◆ WORK ORDER: Beneath this line is the data. Output exactly the lines from the line with "const auto uploads_before" to the line with "ASSERT_EQ(e.rows.size(), 1u);", both ends included, and nothing more.

[Saved data entries]

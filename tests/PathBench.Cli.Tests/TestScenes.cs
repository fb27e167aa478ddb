namespace PathBench.Cli.Tests;

/// <summary>Small scenes the command tests share (invented: a floor, a lamp and a ball under a pale sky).</summary>
internal static class TestScenes
{
    /// <summary>A 24×16 scene with a small emitter, so noise, bias and light sampling all show.</summary>
    public const string LampAndBall = """
        camera: { position: [0, 1, 3], look_at: [0, 0.5, 0], fov: 40, resolution: [24, 16] }
        render: { spp: 4, max_depth: 3 }
        environment: { radiance: [0.5, 0.6, 0.7] }
        materials:
          white: { type: diffuse, albedo: [0.7, 0.7, 0.7] }
          lamp: { type: diffuse, albedo: [0, 0, 0], emission: [20, 20, 20] }
        shapes:
          - { type: quad, corner: [-5, 0, 5], edge_u: [10, 0, 0], edge_v: [0, 0, -10], material: white }
          - { type: sphere, center: [0.5, 1.5, 0], radius: 0.2, material: lamp }
          - { type: sphere, center: [-0.3, 0.3, 0], radius: 0.3, material: white }
        """;
}
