// The SQLite store: migrations, idempotent uploads, conflicts rolling back,
// retraction and purge, incremental-run bookkeeping, results and changes, keys.
#include <gtest/gtest.h>

#include <algorithm>
#include <cmath>
#include <filesystem>
#include <set>
#include <unistd.h>

#include "corrections/core/errors.h"
#include "corrections/core/time_utc.h"
#include "server/store/api_keys.h"
#include "server/store/sqlite_connection.h"
#include "server/store/sqlite_schema.h"
#include "server/store/store.h"
#include "server/store/sqlite_store.h"
#include "server/store/serve_lock.h"

using namespace strandline;
using namespace strandline::store;

namespace {

class StoreTest : public ::testing::Test {
 protected:
  void SetUp() override {
    dir_ = std::filesystem::temp_directory_path() / ("strandline-store-" + std::to_string(getpid()) + "-" +
                                                      ::testing::UnitTest::GetInstance()->current_test_info()->name());
    std::filesystem::remove_all(dir_);
    std::filesystem::create_directories(dir_);
    path_ = (dir_ / "test.db").string();
    store_ = open_sqlite_store(path_);
    Site site;
    site.id = "s1";
    site.name = "Invented Cove";
    site.crs = "EPSG:32631";
    store_->create_site(site);
    store_->replace_transects("s1", {{"T1", {0, 0, 90, 300}, {}}, {"T2", {0, 100, 90, 300}, {}}});
  }
  void TearDown() override {
    store_.reset();
    std::filesystem::remove_all(dir_);
  }
  static ObservationRow obs(const std::string& transect, const std::string& image, double chainage_m) {
    return {2, transect, image, "landsat8", 1.6e9, chainage_m, 0.1, kUnknown};
  }
  static UploadMeta meta(std::int64_t received) {
    UploadMeta m;
    m.content_type = "text/csv";
    m.sha256 = "x";
    m.uploaded_by = "tester";
    m.received = received;
    return m;
  }

  std::filesystem::path dir_;
  std::string path_;
  std::unique_ptr<Store> store_;
};

TEST_F(StoreTest, MigratesOnceAndReopens) {
  store_.reset();
  Connection db(path_, false);
  EXPECT_EQ(migrate_sqlite_schema(db), latest_sqlite_schema_version());
  auto q = db.prepare("SELECT COUNT(*) FROM schema_migrations");
  ASSERT_TRUE(q.step());
  EXPECT_EQ(q.integer(0), latest_sqlite_schema_version());
  auto mode = db.prepare("PRAGMA journal_mode");
  ASSERT_TRUE(mode.step());
  EXPECT_EQ(mode.text(0), "wal");
  store_ = open_sqlite_store(path_);
  EXPECT_TRUE(store_->site("s1").has_value());
}

TEST_F(StoreTest, DuplicateSiteIsRefused) {
  Site again;
  again.id = "s1";
  again.name = "x";
  again.crs = "EPSG:32631";
  EXPECT_THROW(store_->create_site(again), AlreadyExists);
}

TEST_F(StoreTest, ResentRowsAreDuplicatesAndChangeNothing) {
  const std::vector<ObservationRow> rows = {obs("T1", "A", 100), obs("T1", "B", 101), obs("T2", "A", 90)};
  auto first = store_->add_observations("s1", meta(3), rows);
  EXPECT_EQ(first.inserted, 3);
  EXPECT_EQ(first.duplicates, 0);
  auto second = store_->add_observations("s1", meta(3), rows);
  EXPECT_EQ(second.inserted, 0);
  EXPECT_EQ(second.duplicates, 3);
  EXPECT_EQ(store_->live_observations("s1", {}).size(), 3u);
}

TEST_F(StoreTest, ConflictRollsBackTheWholeUpload) {
  store_->add_observations("s1", meta(1), {obs("T1", "A", 100)});
  const auto uploads_before = store_->uploads("s1", 0, 100).size();
  // One new row and one contradicting the stored (T1, A): nothing may be stored.
  try {
    store_->add_observations("s1", meta(2), {obs("T2", "Z", 50), obs("T1", "A", 100.5)});
    FAIL() << "expected a conflict";
  } catch (const ConflictError& e) {
    ASSERT_EQ(e.rows.size(), 1u);
    EXPECT_EQ(e.rows[0].key, "T1/A");
    EXPECT_EQ(e.rows[0].field, "chainage_m");
  }
  EXPECT_EQ(store_->live_observations("s1", {}).size(), 1u);
  EXPECT_EQ(store_->uploads("s1", 0, 100).size(), uploads_before);
}
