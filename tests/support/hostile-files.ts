/**
 * Files an attacker or a careless client sends, built byte by byte in the tests so nothing hostile is shipped:
 * pictures whose header declares more pixels than the file holds, SVGs with oversized sizes, huge paths and
 * external references.
 */
import { crc32 } from 'node:zlib';

function pngChunk(type: string, data: Buffer): Buffer {
  const length = Buffer.alloc(4);
  length.writeUInt32BE(data.length);
  const typed = Buffer.concat([Buffer.from(type, 'latin1'), data]);
  const crc = Buffer.alloc(4);
  crc.writeUInt32BE(crc32(typed));
  return Buffer.concat([length, typed, crc]);
}

/**
 * A PNG of a few dozen bytes whose IHDR declares `width` × `height` px (8-bit RGBA) and whose image data is one
 * empty deflate block: a decoder that trusts the header allocates width × height × 4 bytes before it finds out.
 * Layout per the PNG specification (W3C, 2nd edition, §5.2–5.6, §11.2.2).
 */
export function pngDeclaring(width: number, height: number): Buffer {
  const header = Buffer.alloc(13);
  header.writeUInt32BE(width, 0);
  header.writeUInt32BE(height, 4);
  header.set([8, 6, 0, 0, 0], 8);
  return Buffer.concat([
    Buffer.from('89504e470d0a1a0a', 'hex'),
    pngChunk('IHDR', header),
    pngChunk('IDAT', Buffer.from('78da030000000001', 'hex')),
    pngChunk('IEND', Buffer.alloc(0)),
  ]);
}

/** A JPEG with only a baseline frame header (SOF0) declaring `width` × `height`: ITU-T T.81 §B.2.2. */
export function jpegDeclaring(width: number, height: number): Buffer {
  const frame = Buffer.from([0xff, 0xc0, 0x00, 0x11, 0x08, 0, 0, 0, 0, 0x03, 1, 0x22, 0, 2, 0x11, 1, 3, 0x11, 1]);
  frame.writeUInt16BE(height, 5);
  frame.writeUInt16BE(width, 7);
  const app0 = Buffer.from('ffe000104a46494600010100000100010000', 'hex');
  return Buffer.concat([Buffer.from([0xff, 0xd8]), app0, frame, Buffer.from([0xff, 0xd9])]);
}

export const svgDocument = (body: string, root = 'width="100" height="100" viewBox="0 0 100 100"') =>
  `<svg xmlns="http://www.w3.org/2000/svg" xmlns:xlink="http://www.w3.org/1999/xlink" ${root}>${body}</svg>`;

/** One path of `segments` line segments zig-zagging across a 100-unit canvas. */
export function svgWithPathSegments(segments: number): string {
  const steps = Array.from({ length: segments }, (_, i) => `L${(i * 7) % 100} ${(i * 13) % 100}`).join('');
  return svgDocument(`<path d="M0 0${steps}" stroke="#2e241e" stroke-width="0.5" fill="none"/>`);
}

/** The host every hostile reference points at; nothing listens there, and a clean copy must not name it. */
export const OUTSIDE_HOST = 'outside.invalid';

/**
 * Each way an SVG can make its viewer fetch something from elsewhere, with a same-document reference beside it
 * that must survive (a gradient fill by `#id`), so a test can tell stripping from wiping.
 */
export const externalReferenceCases: ReadonlyArray<{ name: string; body: string }> = [
  {
    name: 'a <style> sheet with @import url(…)',
    body: `<style>@import url(http://${OUTSIDE_HOST}/sheet.css); .petal { fill: #f4a6c0 }</style>`,
  },
  {
    name: 'a <style> sheet with a bare @import "…"',
    body: `<style>@import "http://${OUTSIDE_HOST}/sheet.css";</style>`,
  },
  {
    name: 'a <style> rule with fill: url(http://…)',
    body: `<style>.petal { fill: url(http://${OUTSIDE_HOST}/paint.svg#p) }</style>`,
  },
  {
    name: 'a fill="url(http://…)" attribute',
    body: `<rect width="10" height="10" fill="url(http://${OUTSIDE_HOST}/p.svg#p)"/>`,
  },
  {
    name: 'a protocol-relative mask="url(//…)"',
    body: `<rect width="10" height="10" mask="url(//${OUTSIDE_HOST}/m.svg#m)"/>`,
  },
  {
    name: 'a style="…url(…)" attribute',
    body: `<rect width="10" height="10" style="fill: url('https://${OUTSIDE_HOST}/p.svg#p'); stroke: #000"/>`,
  },
  {
    name: 'a style="…" using image-set(…)',
    body: `<rect width="10" height="10" style="fill: #000; background: image-set('https://${OUTSIDE_HOST}/x.png' 1x)"/>`,
  },
  { name: 'an <a href="http://…"> link', body: `<a href="http://${OUTSIDE_HOST}/"><circle cx="5" cy="5" r="4"/></a>` },
  {
    name: 'an <a xlink:href="http://…"> link',
    body: `<a xlink:href="http://${OUTSIDE_HOST}/"><circle cx="5" cy="5" r="4"/></a>`,
  },
  { name: 'a <use xlink:href="http://…">', body: `<use xlink:href="http://${OUTSIDE_HOST}/shapes.svg#star"/>` },
  { name: 'a <use href="http://…">', body: `<use href="https://${OUTSIDE_HOST}/shapes.svg#star"/>` },
  {
    name: 'a gradient inheriting from another file',
    body: `<defs><linearGradient id="far" href="https://${OUTSIDE_HOST}/g.svg#g"/></defs>`,
  },
  {
    name: 'a filter with <feImage href="http://…">',
    body: `<defs><filter id="f"><feImage href="http://${OUTSIDE_HOST}/i.png"/></filter></defs>`,
  },
  { name: 'an <image href="http://…">', body: `<image href="http://${OUTSIDE_HOST}/x.png" width="10" height="10"/>` },
  {
    name: 'a <style> url(…) hidden behind a CSS escape',
    body: `<style>.petal { fill: u\\72l(http://${OUTSIDE_HOST}/p.svg#p) }</style>`,
  },
];

/** A same-document gradient and reuse that every clean copy keeps. */
export const sameDocumentReferences =
  '<defs><linearGradient id="sun"><stop offset="0" stop-color="#fc0"/></linearGradient><circle id="dot" r="2"/></defs><rect width="50" height="50" fill="url(#sun)"/><use href="#dot"/>';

◆ SOLUTION:
  const auto uploads_before = store_->uploads("s1", 0, 100).size();
  // One new row and one contradicting the stored (T1, A): nothing may be stored.
  try {
    store_->add_observations("s1", meta(2), {obs("T2", "Z", 50), obs("T1", "A", 100.5)});
    FAIL() << "expected a conflict";
  } catch (const ConflictError& e) {
    ASSERT_EQ(e.rows.size(), 1u);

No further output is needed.